1. Complete doesn’t necessarily mean complete.
The original “complete” human genome sequence — and the vast majority of the ones that have followed — actually omits nearly 10% of the full sequence. There are parts of chromosomes that are very difficult to sequence using standard methods, such as the centromeres — the middle of the “x” shape where chromosomes condense — and telomeres at the ends of each chromosome. There are also other, highly repetitive regions that are impossible to accurately align against a reference sequence, so they are omitted. Roughly 20 years ago, when the first sequence was reported as finished, there was a lot of debate about the importance and possible function of the 98.5% of the genome that doesn’t code for proteins, so leaving certain non-coding regions out seemed reasonable. We now know that these sequences can be quite important indeed, and recent efforts such as the T2T Consortium have used improved long-read sequencing technologies (see #4 below) to, at long last, fill in the gaps.

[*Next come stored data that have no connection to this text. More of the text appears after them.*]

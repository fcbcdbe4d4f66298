r"""Draws of an importance-weighted fit's parameters: a multivariate t with
the Kish effective sample size less the parameters as degrees of freedom,
scaled by the small-sample factor n_eff / (n_eff - p) (HC1; MacKinnon &
White 1985, J Econometrics 29:305, from memory).

Checks: the t sampler against scipy.stats.t (reference library) at the
quantiles that make the interval limits; frequency-weighted and unweighted
fits keep their normal draws (a closed form: their draws have the fit's
covariance); the coverage this buys is measured by
scripts/coverage_weighted.py (figures in the project's DEVELOPERS.md).
"""

from __future__ import annotations

import numpy as np
import pytest
from scipy import stats

from doseattr.core.exposure.fit import fit_measurements
from doseattr.core.uncertainty.sampling import (
    exposure_draws,
    multivariate_t,
    small_sample_df,
)


def _sample(n, seed):
    rng = np.random.default_rng(seed)
    return np.exp(rng.normal(np.log(10.0), 0.8, n)), rng.lognormal(0.0, 0.74, n)


def test_multivariate_t_matches_scipy_t_quantiles():
    """Each margin of a multivariate t with scale matrix S is a t with scale
    sqrt(S_jj) (Kotz & Nadarajah 2004, from memory); 2.5th and 97.5th
    percentiles of 200,000 draws within 4 Monte Carlo SEs of scipy.stats.t."""
    scale = np.array([[0.04, 0.01], [0.01, 0.09]])
    df = 12.0
    draws = multivariate_t(np.array([1.0, -2.0]), scale, df, 200_000,
                           np.random.default_rng(5))
    for j, loc in enumerate((1.0, -2.0)):
        t = stats.t(df, loc=loc, scale=np.sqrt(scale[j, j]))
        for q in (0.025, 0.975):
            se = np.sqrt(q * (1 - q) / draws.shape[0]) / t.pdf(t.ppf(q))  # sample quantile SD
            assert np.quantile(draws[:, j], q) == pytest.approx(t.ppf(q), abs=4 * se)


def test_importance_fits_get_t_draws_with_kish_degrees_of_freedom():
    x, w = _sample(50, 3)
    ex = fit_measurements("lognormal", x, weights=w, weight_meaning="importance")
    n_eff = w.sum() ** 2 / np.dot(w, w)  # Kish (1965), closed form
    assert small_sample_df(ex) == pytest.approx(n_eff - 2)
    theta = ex.family.to_internal(ex.params)
    d = ex.family.to_internal(exposure_draws(ex, 100_000, np.random.default_rng(1)).params)
    # covariance of the t draws: scale * df / (df - 2), the scale being HC1 x sandwich
    df = n_eff - 2
    expected = ex.fit.cov_internal * n_eff / (n_eff - 2) * df / (df - 2)
    np.testing.assert_allclose(np.cov(d.T), expected, rtol=0.05,
                               atol=0.05 * np.diag(expected).max())
    np.testing.assert_allclose(d.mean(axis=0), theta, atol=0.01)


@pytest.mark.parametrize("meaning", ["frequency", None])
def test_other_fits_keep_normal_draws(meaning):
    x, w = _sample(50, 4)
    ex = fit_measurements("lognormal", x, weights=None if meaning is None else w,
                          weight_meaning=meaning or "importance")
    assert small_sample_df(ex) is None
    d = ex.family.to_internal(exposure_draws(ex, 100_000, np.random.default_rng(2)).params)
    np.testing.assert_allclose(np.cov(d.T), ex.fit.cov_internal, rtol=0.03,
                               atol=0.03 * np.diag(ex.fit.cov_internal).max())
    # normal margins: the sample kurtosis excess is near 0 (a t with 48 df has 0.14)
    assert abs(stats.kurtosis(d[:, 0])) < 0.05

2. One genome doesn’t teach us nearly as much as we thought it would.
The first human genome sequence was generated from a sample provided by a male resident of northern European descent from the Buffalo, New York, region of the United States. It was lauded as the “blueprint of life,” and it was thought at the time that it would be sufficient to provide significant insights into health and disease, even before more sequences were completed and analyzed. That has not turned out to be the case, for reasons that seem rather obvious in hindsight. The single data set leaves out one of the two sexes entirely, of course, as well as every other human population on Earth. It’s been known for a long time that the two sexes as well as different ethnic groups carry different disease susceptibilities and risks, but it took a while to hammer home the message that genomic data sets need to diversify. And while the situation has improved, most sequenced genomes are still of northern European ancestry: in short, much work remains to be done.
3. Loss of function doesn’t always lead to adverse effects.
Ah, it looked so simple two decades ago. Sequence the genome, look at the coding sequences for mutations or variants associated with disease, and the roadmap to health and wellness would be clear. Well, maybe it wasn’t quite that understated, but it was close. The research since has wiped such assumptions completely away, with layers of added complexity uncovered with each new discovery. An important finding in human datasets revealed that we all carry genetic variants that cause loss-of-function in many genes; the healthy population averages about 100 such dysfunctional genes each. Research with mice has muddied the waters further, as knocking out the same gene in multiple inbred — that is, genetically pretty much identical — mice can result in highly variable outcomes between individuals. Sometimes it’s pretty extreme, with some mice not even surviving until birth and others not only living but appearing essentially normal. Therefore, interpreting genetic variation is contextual within each individual, and penetrant mutations, those that consistently lead to disease or other effects, are not the rule.
4. Most genomic variation is at the structural level.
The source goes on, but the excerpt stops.